Work to be completed
The material below contains a line with "volatile uint8_t outputs;" and a line with "void rc_rx_byte(uint8_t byte);". Copy exactly those two lines and all lines between them.
== Segment start ==
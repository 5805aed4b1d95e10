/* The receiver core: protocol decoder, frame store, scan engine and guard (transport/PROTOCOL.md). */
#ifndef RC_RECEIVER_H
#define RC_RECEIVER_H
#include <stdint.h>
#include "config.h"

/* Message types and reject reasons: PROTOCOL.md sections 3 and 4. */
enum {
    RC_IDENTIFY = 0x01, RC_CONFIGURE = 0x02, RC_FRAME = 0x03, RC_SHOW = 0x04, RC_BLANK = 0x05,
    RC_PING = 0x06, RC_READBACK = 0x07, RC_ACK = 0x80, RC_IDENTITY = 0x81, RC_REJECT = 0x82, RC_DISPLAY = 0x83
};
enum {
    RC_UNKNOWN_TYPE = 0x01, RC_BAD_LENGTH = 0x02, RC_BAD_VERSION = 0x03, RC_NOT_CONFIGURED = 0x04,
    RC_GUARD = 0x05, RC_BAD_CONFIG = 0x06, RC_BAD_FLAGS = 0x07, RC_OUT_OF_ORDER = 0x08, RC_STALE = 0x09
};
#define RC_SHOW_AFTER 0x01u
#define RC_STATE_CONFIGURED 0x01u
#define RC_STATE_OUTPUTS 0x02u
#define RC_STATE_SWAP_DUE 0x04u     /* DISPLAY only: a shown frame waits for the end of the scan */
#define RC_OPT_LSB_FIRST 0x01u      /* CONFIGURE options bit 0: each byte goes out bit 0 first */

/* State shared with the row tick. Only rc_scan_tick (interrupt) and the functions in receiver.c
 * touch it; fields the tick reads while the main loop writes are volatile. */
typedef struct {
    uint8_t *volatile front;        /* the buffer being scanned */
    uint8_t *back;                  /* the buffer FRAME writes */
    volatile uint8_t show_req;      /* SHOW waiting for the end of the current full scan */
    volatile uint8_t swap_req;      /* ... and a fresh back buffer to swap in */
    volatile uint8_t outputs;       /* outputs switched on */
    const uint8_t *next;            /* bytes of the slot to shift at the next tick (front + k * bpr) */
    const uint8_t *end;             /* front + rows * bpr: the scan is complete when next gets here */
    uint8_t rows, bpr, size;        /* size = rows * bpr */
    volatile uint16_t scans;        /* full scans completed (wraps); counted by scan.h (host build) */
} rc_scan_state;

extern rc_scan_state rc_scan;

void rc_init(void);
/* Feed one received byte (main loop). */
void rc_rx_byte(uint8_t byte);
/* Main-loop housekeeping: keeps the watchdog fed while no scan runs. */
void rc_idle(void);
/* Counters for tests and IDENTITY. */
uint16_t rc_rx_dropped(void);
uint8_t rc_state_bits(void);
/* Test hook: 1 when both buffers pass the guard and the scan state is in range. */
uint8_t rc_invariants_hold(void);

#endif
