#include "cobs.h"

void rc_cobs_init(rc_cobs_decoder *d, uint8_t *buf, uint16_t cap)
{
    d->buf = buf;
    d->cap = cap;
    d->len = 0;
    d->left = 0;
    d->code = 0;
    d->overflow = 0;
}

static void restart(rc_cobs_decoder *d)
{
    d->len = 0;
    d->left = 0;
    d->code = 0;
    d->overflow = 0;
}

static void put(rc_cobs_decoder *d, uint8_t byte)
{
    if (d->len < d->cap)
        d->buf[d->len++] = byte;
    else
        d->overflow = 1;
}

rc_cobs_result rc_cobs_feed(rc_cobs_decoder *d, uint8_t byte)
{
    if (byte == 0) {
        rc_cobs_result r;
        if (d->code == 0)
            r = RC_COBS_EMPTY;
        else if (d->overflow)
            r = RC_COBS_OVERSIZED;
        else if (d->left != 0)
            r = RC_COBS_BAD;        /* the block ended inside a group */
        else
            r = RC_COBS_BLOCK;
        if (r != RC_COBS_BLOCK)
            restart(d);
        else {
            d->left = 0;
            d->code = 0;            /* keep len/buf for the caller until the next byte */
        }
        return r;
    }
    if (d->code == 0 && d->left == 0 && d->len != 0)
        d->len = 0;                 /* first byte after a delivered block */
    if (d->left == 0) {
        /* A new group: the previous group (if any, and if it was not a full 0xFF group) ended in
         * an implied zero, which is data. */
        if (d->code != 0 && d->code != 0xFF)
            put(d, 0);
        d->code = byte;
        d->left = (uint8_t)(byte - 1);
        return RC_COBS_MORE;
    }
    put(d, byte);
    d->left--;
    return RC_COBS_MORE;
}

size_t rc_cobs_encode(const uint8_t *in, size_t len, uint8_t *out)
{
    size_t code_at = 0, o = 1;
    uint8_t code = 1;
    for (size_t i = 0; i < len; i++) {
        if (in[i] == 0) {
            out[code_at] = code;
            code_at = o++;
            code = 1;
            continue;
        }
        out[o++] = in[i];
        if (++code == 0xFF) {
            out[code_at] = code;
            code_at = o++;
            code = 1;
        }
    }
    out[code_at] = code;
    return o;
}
== Segment end ==
Answer box
    volatile uint8_t outputs;       /* outputs switched on */
    const uint8_t *next;            /* bytes of the slot to shift at the next tick (front + k * bpr) */
    const uint8_t *end;             /* front + rows * bpr: the scan is complete when next gets here */
    uint8_t rows, bpr, size;        /* size = rows * bpr */
    volatile uint16_t scans;        /* full scans completed (wraps); counted by scan.h (host build) */
} rc_scan_state;

extern rc_scan_state rc_scan;

void rc_init(void);
/* Feed one received byte (main loop). */
void rc_rx_byte(uint8_t byte);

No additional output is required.